I tried to work on a reproducible script but then i get errors that my clearml task is already initialized (also doesn’t happen on 1.7.2)
in the meantime, we should have fixed this. I will ping you when 1.9.1 is out to try it out!
Hi @<1523701949617147904:profile|PricklyRaven28> ! We released ClearmlSDK 1.9.1 yesterday. Can you please try it?
Damn it, you're right 😅
# Allow ClearML access to the training args and allow it to override the arguments for remote execution
args_class = type(training_args)
args, changed_keys = cast_keys_to_string(training_args.to_dict())
Task.current_task().connect(args)
training_args = args_class(**cast_keys_back(args, changed_keys)[0])
@<1523701118159294464:profile|ExasperatedCrab78>
Ok. bummer to hear that it won't be included automatically in the package.

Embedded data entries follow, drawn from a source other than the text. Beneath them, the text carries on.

class Trajectory:
    """One simulated period: segments and the monodromy matrix. The compiled loop's
    segments and events are turned into Python objects when first read."""

    def __init__(self, x0: np.ndarray, xT: np.ndarray, s0: tuple, sT: tuple, phi: np.ndarray,
                 segments: list | None, events: list | None, lazy=None) -> None:
        self.x0, self.xT, self.s0, self.sT, self.phi = x0, xT, s0, sT, phi
        self._segments, self._events, self._lazy = segments, events, lazy

    @property
    def segments(self) -> list:
        if self._segments is None:
            self._segments = self._lazy.segments() if self._lazy is not None else []
        return self._segments

    def segment_table(self):
        """The segments as arrays: start and end times [s], the modes' arrays stacked
        ``(Q, V, P, p0, lam, consts)`` (``consts``: per mode, inputs held constant), each
        segment's index into them and its modal coefficients (S, n)."""
        if self._segments is None and self._lazy is not None:
            return self._lazy.table()
        segs = self.segments
        ids: dict[int, int] = {}
        mds: list[_ModeData] = []
        for sg in segs:
            if id(sg.md) not in ids:
                ids[id(sg.md)] = len(mds)
                mds.append(sg.md)
        n = self.x0.size
        stack = (np.array([md.Q for md in mds]), np.array([md.V for md in mds], dtype=complex),
                 np.array([md.P for md in mds], dtype=complex),
                 np.array([md.p0 for md in mds]).reshape(len(mds), n),
                 np.array([md.lam for md in mds], dtype=complex).reshape(len(mds), n),
                 [md.consts for md in mds])
        return (np.array([sg.t0 for sg in segs]), np.array([sg.t1 for sg in segs]), stack,
                np.array([ids[id(sg.md)] for sg in segs], dtype=np.int64),
                np.array([sg.c for sg in segs], dtype=complex).reshape(len(segs), n))

    def seg_times(self) -> tuple[np.ndarray, np.ndarray]:
        """Start and end times of the segments [s]."""
        if self._segments is None and self._lazy is not None:
            b, k = self._lazy.buf, self._lazy.nseg
            return b.seg_t[:k, 0], b.seg_t[:k, 1]
        return (np.array([sg.t0 for sg in self.segments]),
                np.array([sg.t1 for sg in self.segments]))

    def switch_on(self, pos: int) -> np.ndarray:
        """Per segment, entry ``pos`` of its mode's switch vector (diodes, then switch
        elements' segments) [int]."""
        if self._segments is None and self._lazy is not None:
            b, k = self._lazy.buf, self._lazy.nseg
            return self._lazy.fl.mon[b.seg_mode[:k], pos]
        return np.array([int(sg.md.key[pos]) for sg in self.segments], dtype=np.int64)

    def states(self, ia: int) -> list:
        """Per segment, the state of automaton ``ia``."""
        if self._segments is None and self._lazy is not None:
            b, k = self._lazy.buf, self._lazy.nseg
            a = self._lazy.fl.eng.automata[ia]
            rows = b.seg_aut[:k, ia, :]
            cache: dict[bytes, object] = {}
            out = []
            for r in rows:
                key = r.tobytes()
                st = cache.get(key)
                if st is None:
                    st = cache[key] = a.from_row(r)
                out.append(st)
            return out
        return [sg.disc[1][ia] for sg in self.segments]

    @property
    def events(self) -> list:
        if self._events is None:
            self._events = self._lazy.events() if self._lazy is not None else []
        return self._events
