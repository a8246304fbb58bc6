"""The values that describe one case: supply, dimmer, lamp groups (frozen, hashable)."""

from __future__ import annotations

from collections.abc import Iterable, Mapping
from dataclasses import dataclass, field
from typing import Any, Literal, cast, get_args

import numpy as np

from ..errors import InputError

__all__ = ["Supply", "DimmerSpec", "LoadGroup", "DimmerKind", "DIMMER_KINDS", "SwitchKind",
           "SWITCH_KINDS", "freeze_params"]


DimmerKind = Literal["leading-edge", "trailing-edge", "none"]
DIMMER_KINDS: tuple[str, ...] = get_args(DimmerKind)
#: the leading-edge switch: a triac (latching, holding, RC/trigger-diode firing) or a
#: transistor that conducts from the firing angle to the zero crossing (an ideal cut)
SwitchKind = Literal["triac", "transistor"]
SWITCH_KINDS: tuple[str, ...] = get_args(SwitchKind)


def freeze_params(params, where_: str) -> tuple[tuple[str, float], ...]:
    """A mapping or item sequence of numeric parameters as a sorted tuple of items."""
    if params is None:
        return ()
    items = params.items() if isinstance(params, dict) else params
    out = {}
    for k, v in items:
        try:
            fv = float(v)
        except (TypeError, ValueError):
            raise InputError(f"{where_}: parameter {k}: expected a number, got {v!r}") from None
        if not np.isfinite(fv):
            raise InputError(f"{where_}: parameter {k}: expected a finite number, got {v!r}")
        out[str(k)] = fv
    return tuple(sorted(out.items()))


@dataclass(frozen=True)
class Supply:
    """The mains at the dimmer: open-circuit voltage behind a series source impedance.

    Parameters
    ----------
    v_rms_v
        Nominal line-to-neutral voltage [V rms], 100 to 277 V.
    frequency_hz
        50 or 60 Hz (45..65 accepted).
    source_r_ohm, source_l_h
        Series source resistance [ohm] and inductance [H] (line and neutral together).
    voltage_harmonics
        ``None`` (sinusoidal), a sequence of ``(order, fraction_of_fundamental, phase_deg)``
        (sine basis, on the fundamental's zero crossing), or one cycle of open-circuit
        voltage samples [V] starting at any instant (their fundamental then sets the
        amplitude; ``v_rms_v`` is only the nominal value).
    source_damping_ohm
        Resistance across the source inductance [ohm]: the losses of a real line, which
        also keep a switched inductive current defined.
    """

    v_rms_v: float = 230.0
    frequency_hz: float = 50.0
    source_r_ohm: float = 0.4
    source_l_h: float = 100e-6
    voltage_harmonics: object = None
    source_damping_ohm: float = 100.0

    def __post_init__(self) -> None:
        if not (np.isfinite(self.v_rms_v) and 100.0 <= self.v_rms_v <= 277.0):
            raise InputError(f"supply v_rms_v: expected 100 to 277 V, got {self.v_rms_v}")
        if not (np.isfinite(self.frequency_hz) and 45.0 <= self.frequency_hz <= 65.0):
            raise InputError(f"supply frequency_hz: expected 45 to 65 Hz (50 or 60), got "
                             f"{self.frequency_hz}")
        for name in ("source_r_ohm", "source_l_h"):
            v = getattr(self, name)
            if not (np.isfinite(v) and v >= 0):
                raise InputError(f"supply {name}: expected a value >= 0, got {v}")
        if not (np.isfinite(self.source_damping_ohm) and self.source_damping_ohm > 0):
            raise InputError("supply source_damping_ohm: expected a positive resistance, got "
                             f"{self.source_damping_ohm}")
        vh = self.voltage_harmonics
        if vh is None:
            return
        a = np.asarray(vh, dtype=object)
        if a.ndim == 1 and a.size >= 16 and all(np.isscalar(v) for v in a):
            arr = np.asarray(vh, dtype=float)
            if not np.all(np.isfinite(arr)):
                raise InputError("supply voltage_harmonics: the samples must be finite numbers")
            object.__setattr__(self, "voltage_harmonics", tuple(float(v) for v in arr))
            return
        terms = []
        items = cast("Iterable[Any]", vh)
        for k, t in enumerate(items):
            try:
                h, frac, ph = (float(t[0]), float(t[1]), float(t[2]))
            except (TypeError, ValueError, IndexError):
                raise InputError(
                    f"supply voltage_harmonics[{k}]: expected (order, fraction, phase_deg), "
                    f"got {t!r}") from None
            if h != int(h) or not 2 <= h <= 50:
                raise InputError(f"supply voltage_harmonics[{k}]: order must be 2..50, got {h}")
            if not (0 <= frac < 1):
                raise InputError(
                    f"supply voltage_harmonics[{k}]: fraction must be 0 <= f < 1, got {frac}")
            terms.append((int(h), frac, ph))
        object.__setattr__(self, "voltage_harmonics", tuple(terms))

    def source_terms(self) -> tuple[list[tuple[int, float, float]], float]:
        """``(order, peak_v, phase_rad)`` sine terms of the open-circuit voltage, and its DC."""
        vpk = np.sqrt(2) * self.v_rms_v
        vh: Any = self.voltage_harmonics
        if vh is None:
            return [(1, vpk, 0.0)], 0.0
        if isinstance(vh[0], float):
            x = np.asarray(vh, dtype=float)
            n = x.size
            X = np.fft.rfft(x) / n
            top = min(50, (n - 1) // 2)
            c = 2 * X[1 : top + 1]  # cos-basis complex amplitudes
            # shift the time origin to the fundamental's positive-going zero crossing
            psi1 = np.angle(c[0]) + np.pi / 2
            terms = []
            for h in range(1, top + 1):
                amp = abs(c[h - 1])
                if amp < 1e-9 * abs(c[0]):
                    continue
                ph = np.angle(c[h - 1]) + np.pi / 2 - h * psi1
                terms.append((h, float(amp), float(ph)))
            return terms, float(X[0].real)
        terms = [(1, vpk, 0.0)]
        terms += [(h, frac * vpk, np.radians(ph)) for h, frac, ph in vh]
        return terms, 0.0


@dataclass(frozen=True)
class DimmerSpec:
    """A phase-cut dimmer and its setting.

    Parameters
    ----------
    kind
        ``"leading-edge"``, ``"trailing-edge"`` or ``"none"`` (direct mains).
    conduction_deg
        Conduction angle per half cycle [deg], 0..180: the trade's usual measure of the
        setting. For a triac, the gate is then fired at ``180 - conduction_deg`` after each
        zero crossing of the line voltage (an ideal trigger).
    knob
        Knob position 0..1, mapped through the dimmer's own firing network (for a triac:
        the RC network and trigger diode; for transistor dimmers: linearly over
        ``min_conduction_deg..max_conduction_deg``). Give one of ``conduction_deg``, ``knob``.
    switch
        Leading edge only: ``"triac"`` (default) or ``"transistor"``.
    params
        Component values, see :func:`pqcalc.circuits.dimmers.dimmer_params`.
    """

    kind: str = "none"
    conduction_deg: float | None = None
    knob: float | None = None
    switch: str = "triac"
    params: tuple | Mapping[str, float] = field(default=())  # frozen to a tuple

    def __post_init__(self) -> None:
        if self.kind not in DIMMER_KINDS:
            raise InputError(f"dimmer kind: expected one of {', '.join(DIMMER_KINDS)}, got "
                             f"{self.kind!r}")
        if self.switch not in SWITCH_KINDS:
            raise InputError(f"dimmer switch: expected one of {', '.join(SWITCH_KINDS)}, got "
                             f"{self.switch!r}")
        object.__setattr__(self, "params", freeze_params(self.params, "dimmer"))
        if self.kind == "none":
            return
        if self.conduction_deg is not None and self.knob is not None:
            raise InputError("dimmer: give conduction_deg or knob, not both")
        if self.conduction_deg is None and self.knob is None:
            raise InputError(f"dimmer {self.kind}: give a setting, conduction_deg (0..180) "
                             "or knob (0..1)")
        if self.conduction_deg is not None:
            c = float(self.conduction_deg)
            if not (np.isfinite(c) and 0.0 <= c <= 180.0):
                raise InputError(f"dimmer conduction_deg: expected 0 to 180 deg, got {c}")
            object.__setattr__(self, "conduction_deg", c)
        if self.knob is not None:
            k = float(self.knob)
            if not (np.isfinite(k) and 0.0 <= k <= 1.0):
                raise InputError(f"dimmer knob: expected 0 to 1, got {k}")
            object.__setattr__(self, "knob", k)

    def param_dict(self) -> dict:
        return dict(self.params)

    @property
    def uses_triac(self) -> bool:
        return self.kind == "leading-edge" and self.switch == "triac"


@dataclass(frozen=True)
class LoadGroup:
    """``count`` identical lamps of one model in parallel behind the dimmer.

    Parameters
    ----------
    model
        One of :data:`pqcalc.circuits.MODELS`.
    power_w
        Rated input power of one lamp at nominal voltage, undimmed [W].
    count
        Number of lamps [-]; they share the node voltages, so the group costs one lamp.
    params
        Component overrides by name (see ``model_params(model, ...)``).
    """

    model: str
    power_w: float
    count: int = 1
    params: tuple | Mapping[str, float] = field(default=())  # frozen to a tuple

    def __post_init__(self) -> None:
        from .drivers import MODELS

        if self.model not in MODELS:
            raise InputError(f"model: unknown {self.model!r}; expected one of "
                             f"{', '.join(MODELS)}")
        p = float(self.power_w)
        if not np.isfinite(p) or p <= 0:
            raise InputError(f"{self.model} power_w: expected a positive power, got {p}")
        object.__setattr__(self, "power_w", p)
        if int(self.count) != self.count or self.count < 1:
            raise InputError(f"{self.model} count: expected a whole number >= 1, got "
                             f"{self.count}")
        object.__setattr__(self, "count", int(self.count))
        object.__setattr__(self, "params", freeze_params(self.params, self.model))

    def param_dict(self) -> dict:
        return dict(self.params)
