def dimming_curve(supply: Supply, dimmer_kind: str, load_groups, steps: int = 21,
                  switch: str = "triac", dimmer_params: dict | None = None,
                  axis: str = "conduction", conduction_range: tuple[float, float] | None = None,
                  samples_per_cycle: int = 4096) -> DimmingCurve:
    """Solve a dimmer and its lamps at ``steps`` evenly spaced settings.

    Parameters
    ----------
    supply
        :class:`~pqcalc.circuits.Supply`.
    dimmer_kind
        ``"leading-edge"`` or ``"trailing-edge"``.
    load_groups
        Sequence of :class:`~pqcalc.circuits.LoadGroup` behind the dimmer.
    steps
        Number of settings (>= 3; 21 or more for meaningful curve flags).
    switch
        Leading edge: ``"triac"`` or ``"transistor"``.
    dimmer_params
        Dimmer component values by name (see :func:`pqcalc.circuits.dimmer_params`).
    axis
        ``"conduction"``: conduction angles evenly spaced over the dimmer's range
        (:func:`conduction_range_deg`, or ``conduction_range``); ``"knob"``: knob positions
        0..1 through the dimmer's own firing network.
    conduction_range
        ``(lowest, highest)`` conduction angle [deg] instead of the dimmer's range.
    samples_per_cycle
        Samples per mains cycle of each solve.

    Raises
    ------
    InputError
        A bad argument (named in the message).
    ConvergenceError
        No setting could be solved (single failures are flagged ``no-solution``).
    """
    groups = tuple(load_groups)
    if not groups:
        raise InputError("load_groups: expected at least one LoadGroup")
    for g in groups:
        if not isinstance(g, LoadGroup):
            raise InputError(f"load_groups: expected LoadGroup items, got {type(g).__name__}")
    if isinstance(steps, bool) or int(steps) != steps or not 3 <= int(steps) <= 1001:
        raise InputError(f"steps: expected a whole number 3 to 1001, got {steps!r}")
    steps = int(steps)
    if axis not in SETTING_AXES:
        raise InputError(f"axis: expected one of {', '.join(SETTING_AXES)}, got {axis!r}")
    dp = dict(dimmer_params or {})
    # validates kind and switch (and the names of the dimmer's parameters, at the first solve)
    DimmerSpec(dimmer_kind, conduction_deg=180.0, switch=switch, params=dp)
    if axis == "knob":
        if conduction_range is not None:
            raise InputError("conduction_range: only with axis='conduction'")
        if dimmer_kind == "none":
            raise InputError("dimmer kind: a dimming curve needs a dimmer (leading-edge or "
                             "trailing-edge), got 'none'")
        settings = np.linspace(0.0, 1.0, steps)
        specs = [DimmerSpec(dimmer_kind, knob=float(x), switch=switch, params=dp)
                 for x in settings]
        unit = ""
    else:
        if conduction_range is None:
            lo, hi = conduction_range_deg(dimmer_kind, switch, supply, dp)
        else:
            try:
                lo, hi = (float(conduction_range[0]), float(conduction_range[1]))
            except (TypeError, ValueError, IndexError):
                raise InputError("conduction_range: expected (lowest, highest) in deg") from None
            if not (0.0 <= lo < hi <= 180.0):
                raise InputError(f"conduction_range: expected 0 <= lowest < highest <= 180 "
                                 f"deg, got ({lo:g}, {hi:g})")
        settings = np.linspace(lo, hi, steps)
        specs = [DimmerSpec(dimmer_kind, conduction_deg=float(x), switch=switch, params=dp)
                 for x in settings]
        unit = "deg"

    G, n = len(groups), steps
    nan = np.full(n, np.nan)
    cond, p_w, i_rms, thd_i, pf = (nan.copy() for _ in range(5))
    light, pfl, fidx, fmod, svm_, pst_ = (np.full((G, n), np.nan) for _ in range(6))
    dpf = nan.copy()
    regions = [[""] * n for _ in range(G)]
    flags: list[tuple[str, ...]] = []
    period = np.zeros(n, dtype=int)
    failures = []
    for k, spec in enumerate(specs):
        try:
            sol = solve_circuit(supply, spec, groups, samples_per_cycle)
        except ConvergenceError as e:
            failures.append(f"{settings[k]:.4g}: {e}")
            flags.append((NO_SOLUTION,))
            for g in range(G):
                regions[g][k] = "unsolved"
            continue
        w = sol.waveform
        cond[k] = float(np.mean(sol.conduction_deg)) if len(sol.conduction_deg) else np.nan
        p_w[k] = sol.p_w  # exact figures of the solution (pqcalc.circuits.exact)
        i_rms[k] = sol.i_rms_a
        try:
            s = analyze(w, 40).summary
            thd_i[k] = s.thd_i
            pf[k] = np.nan if s.pf is None else s.pf
            dpf[k] = np.nan if s.dpf is None else s.dpf
        except InputError:  # no fundamental current (the lamps are off): no THD, no PF
            pass
        period_s = sol.period_cycles / supply.frequency_hz
        for g, gr in enumerate(sol.groups):
            light[g, k] = float(np.mean(gr.light))
            lm = light_metrics(gr.light, period_s, dark_below=NUMERIC_DARK)
            fl = lm.flicker_detail
            svm_[g, k] = np.nan if lm.svm is None else lm.svm
            pst_[g, k] = np.nan if lm.pst_lm is None else lm.pst_lm
            pfl[g, k] = np.nan if fl.percent_flicker is None else fl.percent_flicker
            fidx[g, k] = np.nan if fl.flicker_index is None else fl.flicker_index
            fmod[g, k] = np.nan if fl.modulation_frequency_hz is None else \
                fl.modulation_frequency_hz
            regions[g][k] = fl.ieee1789
        flags.append(tuple(sol.flags))
        period[k] = sol.period_cycles
    if len(failures) == n:
        raise ConvergenceError("dimming curve: no setting converged; " + "; ".join(failures[:3]))
    all_flags: list[str] = []
    notes: list[str] = []
    for g in range(G):
        cf, nt = curve_flags(settings, light[g], flags, unit)
        all_flags += cf
        prefix = f"group {g} ({groups[g].model}): " if G > 1 else ""
        notes += [prefix + t for t in nt]
    notes += [f"{NO_SOLUTION} at {f}" for f in failures]
    return DimmingCurve(
        dimmer_kind=dimmer_kind, switch=switch, axis=axis, settings=settings,
        conduction_deg=cond, light=light, p_w=p_w, i_rms_a=i_rms, thd_i=thd_i, pf=pf,
        percent_flicker=pfl, flicker_index=fidx, modulation_frequency_hz=fmod,
        ieee1789=tuple(tuple(r) for r in regions), flags=tuple(flags), period_cycles=period,
        curve_flags=tuple(f for f in CURVE_FLAGS if f in all_flags), notes=tuple(notes),
        groups=groups, svm=svm_, pst_lm=pst_, dpf=dpf)
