@njit(cache=True)
def rows_fourier(a, mu, g, t0, t1, omega, max_order):
    """``int y_r exp(-j h w t) dt`` over the segments, ``h = 0..max_order``: (R, H).

    An exponent that is a whole harmonic of ``omega`` (``mu = j q w``, the source's
    harmonics) meets ``exp(-j h w t)`` in an integral that depends on ``q - h`` or
    ``q + h`` alone: those are taken from a table of ``d phi1(j k w d)`` per segment
    instead of computed per order and exponent."""
    S, R, M = a.shape
    out = np.zeros((R, max_order + 1), dtype=np.complex128)
    pa = np.empty(M, dtype=np.complex128)
    pc = np.empty(M, dtype=np.complex128)
    emu = np.empty(M, dtype=np.complex128)
    q = np.full(M, -1, dtype=np.int64)  # the harmonic an exponent is, or -1
    for s in range(S):
        d = t1[s] - t0[s]
        if not d > 0:
            continue
        qmax = 0
        for m in range(M):
            q[m] = -1
            z = mu[s, m]
            if z.real == 0.0 and omega > 0:
                r = z.imag / omega
                k = round(r)
                if k >= 0 and abs(r - k) < 1e-9 * max(1.0, abs(r)):
                    q[m] = k
                    qmax = max(qmax, k)
        # table[kk + K] = d phi1(j kk w d), kk = -K..K
        K = max_order + qmax
        table = np.empty(2 * K + 1, dtype=np.complex128)
        ew = cmath.exp(1j * omega * d)
        ek = 1.0 + 0j
        for kk in range(K + 1):
            z = 1j * kk * omega * d
            table[K + kk] = d * _phi1e(z, ek)
            table[K - kk] = d * _phi1e(-z, ek.conjugate())
            ek *= ew
        step = cmath.exp(-1j * omega * d)
        rstep = cmath.exp(-1j * omega * t0[s])
        eh = 1.0 + 0j
        rot = 1.0 + 0j
        for m in range(M):
            emu[m] = cmath.exp(mu[s, m] * d)
        for h in range(max_order + 1):
            jhw = 1j * h * omega
            pg = table[K - h]
            for m in range(M):
                if q[m] >= 0:
                    pa[m] = 0.5 * table[K + q[m] - h]
                    pc[m] = 0.5 * table[K - q[m] - h]
                else:
                    pa[m] = 0.5 * d * _phi1e((mu[s, m] - jhw) * d, emu[m] * eh)
                    pc[m] = 0.5 * d * _phi1e((mu[s, m].conjugate() - jhw) * d,
                                             emu[m].conjugate() * eh)
            for r in range(R):
                acc = g[s, r] * pg
                for m in range(M):
                    acc += a[s, r, m] * pa[m] + a[s, r, m].conjugate() * pc[m]
                out[r, h] += acc * rot
            eh *= step
            rot *= rstep
    return out


@njit(cache=True)
def rc_crossing(a, phi, k0, w, tau, t0, half, level, steps):
    """First time in ``[t0, half]`` at which ``a sin(w t - phi) + k0 exp(-(t - t0) / tau)``
    reaches ``level``: bracketed on ``steps`` equal steps, then bisected 60 times (to far
    below a picosecond); -1 when it does not (the firing network of
    :func:`pqcalc.circuits.dimmers.network_delay_s`)."""
    dt = (half - t0) / steps
    prev = t0
    for i in range(steps + 1):
        t = t0 + i * dt
        if a * math.sin(w * t - phi) + k0 * math.exp(-(t - t0) / tau) >= level:
            if i == 0:
                return t0
            lo, hi = prev, t
            for _ in range(60):
                mid = 0.5 * (lo + hi)
                if a * math.sin(w * mid - phi) + k0 * math.exp(-(mid - t0) / tau) >= level:
                    hi = mid
                else:
                    lo = mid
            return hi
        prev = t
    return -1.0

I am now experiencing a bug with the patch, not sure it's to blame... but i'm unable to save models in the pipeline.. checking if it's related
Now worries! Just so I understand fully though: you were already using the patch with success from my branch. Now that it has been merged into transformers main branch you installed it from there and that's when you started having issues with not saving models? Then installing transformers 4.21.3 fixes it (which should have the old clearml integration even before the patch?)